Well, on the outside, there really is no difference between a session and a cookie.
Namely, because in most instances, a session will be sent as a cookie.
Where the difference lays is in the fact that a session ID is the only thing sent via a cookie and that the session itself lives on the server in a nice little database set up for and by PHP... which of course is queried and updated automatically for you.
And the fact that you can have objects and arrays neatly stored within the session
and the session vars are all global.
A session is not (©2002 vincent) secure however. As the session ID may be used by anyone (ie h4><0r) who is able to intercept and capture that ID.

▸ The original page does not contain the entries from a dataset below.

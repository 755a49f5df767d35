// Records that someone looked at the audit trail (the screen or GET /api/v1/audit/events).
//
// At most one `audit.viewed` per person, per filter, per minute. Every reload, every page of
// the same result and every re-render after a network hiccup is a "view"; recording each would
// let an ordinary afternoon of paging bury the decisions the trail exists for, and would let
// anyone flood the chain by holding F5. What an auditor asks of these events is "who looked at
// the trail of this alert or this reviewer, and when", which a minute's resolution answers. The
// filter (not the page) is the key: paging through one result is one view, a new question is a
// new view. Exports are never folded this way; each one is recorded (export-audit-events.ts).
import { Prisma } from "@/lib/generated/prisma/client";
import type { DbOrTx } from "@/lib/db/client";
import { inTransaction } from "@/lib/db/in-transaction";
import { compactAuditFilter } from "@/lib/audit/audit-query";
import { AUDIT_CHAIN_LOCK_KEY, recordAuditEvent } from "@/lib/audit/record-audit-event";
import type { AuditActor, AuditContext, AuditFilter } from "@/lib/audit/schemas";

export const AUDIT_VIEW_WINDOW_SECONDS = 60;

export interface RecordAuditViewOptions {
  actor: AuditActor;
  filter: AuditFilter;
  context?: AuditContext;
  /** Tests shorten it; the app uses the default. */
  windowSeconds?: number;
}

export async function recordAuditView(db: DbOrTx, options: RecordAuditViewOptions): Promise<{ recorded: boolean; eventId: string }> {
  const filter = compactAuditFilter(options.filter);
  const run = async (tx: Prisma.TransactionClient) => {
    // Taken before the check, so two reloads racing each other cannot both find nothing and both
    // append; recordAuditEvent() takes the same lock again, which PostgreSQL allows in one transaction.
    await tx.$executeRaw`SELECT pg_advisory_xact_lock(${AUDIT_CHAIN_LOCK_KEY}::bigint)`;
    const [recent] = await tx.$queryRaw<{ id: bigint }[]>`
      SELECT id FROM audit_events
       WHERE action = 'audit.viewed'
         AND ${options.actor.id === null ? Prisma.sql`actor_id IS NULL AND actor_label = ${options.actor.label}` : Prisma.sql`actor_id = ${options.actor.id}`}
         AND payload->'filter' = ${JSON.stringify(filter)}::jsonb
         AND occurred_at > clock_timestamp() - make_interval(secs => ${options.windowSeconds ?? AUDIT_VIEW_WINDOW_SECONDS})
       ORDER BY id DESC LIMIT 1`;
    if (recent) return { recorded: false, eventId: recent.id.toString() };
    const { id } = await recordAuditEvent(tx, { actor: options.actor, event: { action: "audit.viewed", payload: { filter } }, context: options.context });
    return { recorded: true, eventId: id.toString() };
  };
  return inTransaction(db, run);
}
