// One error class for expected failures. Route handlers map `code` to an HTTP status with
// httpStatusOf(); command-line tools print the message on one line and exit non-zero.

export const errorCodes = [
  "not_found",
  "forbidden",
  "unauthenticated",
  "conflict",
  "invalid_input",
  "too_large",
  "unsupported_media_type",
  "rate_limited",
  "unavailable",
] as const;

export type ErrorCode = (typeof errorCodes)[number];

const statusByCode: Record<ErrorCode, number> = {
  not_found: 404,
  forbidden: 403,
  unauthenticated: 401,
  conflict: 409,
  invalid_input: 400,
  too_large: 413,
  unsupported_media_type: 415,
  rate_limited: 429,
  unavailable: 503,
};

export interface FieldIssue {
  path: string;
  message: string;
  row?: number;
}

export class AppError extends Error {
  readonly code: ErrorCode;
  readonly issues: FieldIssue[];

  constructor(code: ErrorCode, message: string, issues: FieldIssue[] = []) {
    super(message);
    this.name = "AppError";
    this.code = code;
    this.issues = issues;
  }
}

export function httpStatusOf(code: ErrorCode): number {
  return statusByCode[code];
}

export function isAppError(error: unknown): error is AppError {
  return error instanceof AppError;
}
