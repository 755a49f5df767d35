export default function IngestLogLoading() {
  return (
    <section aria-labelledby="ingest-loading-heading" className="space-y-3">
      <h1 id="ingest-loading-heading" className="text-lg font-semibold">
        Ingest log
      </h1>
      <p role="status" className="text-sm text-ink-soft">
        Loading the ingest log…
      </p>
      <div className="panel h-48 animate-pulse bg-paper" aria-hidden />
    </section>
  );
}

But... a session is far more secure than a cookie in the fact that we are not storing reusable information... atleast not past the session expiration, which is 2 hours for PHP (considering GC probability and lots of sessions), and the fact that the session cookie is never really set on the HD of the client since the session cookie comes with no timestamp.
Why use a PHP session?
The only reason is ease of use.
You could easily create your own session handler with a database and a no-lifetime cookie. But, unless you feel like a weekend of coding and debug (does it support proxies?) and all such fun stuff, I recommend using the PHP sessions.
If however, you have a big client with a good project budget and some serious security needs (the bigger the name the more the risk of hacks) then, I would look at writing some custom processes to handle the sessions. But if this is below a $10,000 site and/or with 100,000 hits or fewer a month, I'd say, PHP sessions straight up.